2. Specify the character type as shown in Figure 2. (11) Change “To identification section” to “Identification section 6” on page 5, line 16.
"To," he corrected. (12) Figure 3 of the drawings will be amended as shown in the attached sheet. Above (3) Claims (1) A handwritten Japanese document has a character frame in which characters are written, and a character type designation area provided near the character frame to designate a character type, and a character type designation area for specifying a character type.
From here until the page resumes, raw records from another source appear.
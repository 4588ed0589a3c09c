#include "tailwise/coveragetests.h"

#include <boost/math/distributions/binomial.hpp>
#include <boost/math/distributions/chi_squared.hpp>

#include <algorithm>
#include <cassert>
#include <cmath>

namespace tailwise {

namespace {

// count · ln(probability) with 0·ln 0 = 0. A positive count always comes with a positive
// probability here, since every probability is estimated from the same counts or given in (0, 1).
double countLog(double count, double probability)
{
    if (count == 0.0)
        return 0.0;
    return count * std::log(probability);
}

// count · ln(1 − probability), through log1p for accuracy when the probability is small.
double countLog1m(double count, double probability)
{
    if (count == 0.0)
        return 0.0;
    return count * std::log1p(-probability);
}

LikelihoodRatio fromStatistic(double lr, double degreesOfFreedom)
{
    // Rounding can leave a statistic a hair below zero when the fit is perfect.
    lr = std::max(0.0, lr);
    const boost::math::chi_squared chi2(degreesOfFreedom);
    return LikelihoodRatio{lr, boost::math::cdf(boost::math::complement(chi2, lr))};
}

double kupiecStatistic(int exceptions, int observations, double p)
{
    const double x = exceptions;
    const double t = observations;
    const double pHat = x / t;
    const double null = countLog1m(t - x, p) + countLog(x, p);
    const double fitted = countLog1m(t - x, pHat) + countLog(x, pHat);
    return -2.0 * null + 2.0 * fitted;
}

double ratio(int numerator, int denominator)
{
    return denominator == 0 ? 0.0 : static_cast<double>(numerator) / static_cast<double>(denominator);
}

} // namespace

LikelihoodRatio kupiecPof(int exceptions, int observations, double tailProbability)
{
    assert(observations >= 1 && exceptions >= 0 && exceptions <= observations);
    assert(tailProbability > 0.0 && tailProbability < 1.0);
    return fromStatistic(kupiecStatistic(exceptions, observations, tailProbability), 1.0);
}

TransitionCounts countTransitions(std::span<const bool> hits)
{
    TransitionCounts c;
    for (std::size_t t = 1; t < hits.size(); ++t) {
        const bool before = hits[t - 1];
        const bool now = hits[t];
        if (!before)
            (now ? c.n01 : c.n00) += 1;
        else
            (now ? c.n11 : c.n10) += 1;
    }
    return c;
}

ChristoffersenResult christoffersen(std::span<const bool> hits, double tailProbability)
{
    assert(!hits.empty());
    assert(tailProbability > 0.0 && tailProbability < 1.0);
    ChristoffersenResult r;
    const TransitionCounts c = countTransitions(hits);
    r.transitions = c;
    r.pi0 = ratio(c.n01, c.n00 + c.n01);
    r.pi1 = ratio(c.n11, c.n10 + c.n11);
    r.pi = ratio(c.n01 + c.n11, c.total());

    const double restricted = countLog1m(c.n00 + c.n10, r.pi) + countLog(c.n01 + c.n11, r.pi);
    const double unrestricted = countLog1m(c.n00, r.pi0) + countLog(c.n01, r.pi0) + countLog1m(c.n10, r.pi1)
                                + countLog(c.n11, r.pi1);
    const double lrInd = c.total() == 0 ? 0.0 : -2.0 * restricted + 2.0 * unrestricted;
    r.independence = fromStatistic(lrInd, 1.0);

    const int days = static_cast<int>(hits.size());
    const int exceptions = static_cast<int>(std::count(hits.begin(), hits.end(), true));
    r.pof = kupiecPof(exceptions, days, tailProbability);
    r.conditionalCoverage = fromStatistic(r.pof.lr + r.independence.lr, 2.0);

    if (c.total() > 0) {
        r.pofConditioned = kupiecPof(c.n01 + c.n11, c.total(), tailProbability);
        r.conditionalCoverageConditioned = fromStatistic(r.pofConditioned.lr + r.independence.lr, 2.0);
    } else {
        r.pofConditioned = LikelihoodRatio{};
        r.conditionalCoverageConditioned = fromStatistic(0.0, 2.0);
    }
    return r;
}

ZoneResult trafficLightZone(int exceptions, int observations, double tailProbability)
{
    assert(observations >= 1 && exceptions >= 0 && exceptions <= observations);
    assert(tailProbability > 0.0 && tailProbability < 1.0);
    const boost::math::binomial binomial(static_cast<double>(observations), tailProbability);
    ZoneResult z;
    z.cumulativeProbability = boost::math::cdf(binomial, static_cast<double>(exceptions));
    z.upperTail = boost::math::cdf(boost::math::complement(binomial, static_cast<double>(exceptions)));
    // F ≥ 0.95 ⟺ P(X > x) ≤ 0.05, and F ≥ 0.9999 ⟺ P(X > x) ≤ 0.0001 (see the header).
    if (exceptions == 0)
        z.zone = Zone::Green; // none is never evidence of too many (see the header)
    else if (z.upperTail <= 1.0 - zoneRedFrom)
        z.zone = Zone::Red;
    else if (z.upperTail <= 1.0 - zoneYellowFrom)
        z.zone = Zone::Yellow;
    else
        z.zone = Zone::Green;
    return z;
}

std::string_view toName(Zone zone)
{
    switch (zone) {
    case Zone::Green: return "green";
    case Zone::Yellow: return "yellow";
    case Zone::Red: return "red";
    }
    return "green";
}

} // namespace tailwise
In a handwritten document reading method that recognizes handwritten characters written in a character frame using a dictionary of character types, when the character type is not specified, the character dose of the handwritten character is considered as the complexity of the character, and the complexity is A handwritten document reading method comprising selecting a dictionary of corresponding character types and recognizing handwritten characters using the selected dictionary. (2) The handwritten document reading method according to claim 1, wherein the dictionary is created for each of hiragana, katakana, alphanumeric characters, and kanji.

Claims

[Claims]

(1) A character frame in which to write the characters of a handwritten Japanese document,
In a handwritten document reading method that has a character type specification area provided near the character frame and specifies the character type, and recognizes handwritten characters written in the character frame using a dictionary of character types specified in the character type specification area, the character type is specified. is not specified, the character dose of handwritten characters is taken as the character complexity, a dictionary of character types corresponding to the complexity is selected, and the handwritten characters are recognized using the selected dictionary. A handwritten document reading method.

(2) The handwritten document reading method according to claim 1, wherein the dictionaries are respectively created for hiragana, katakana, alphanumeric characters, and kanji.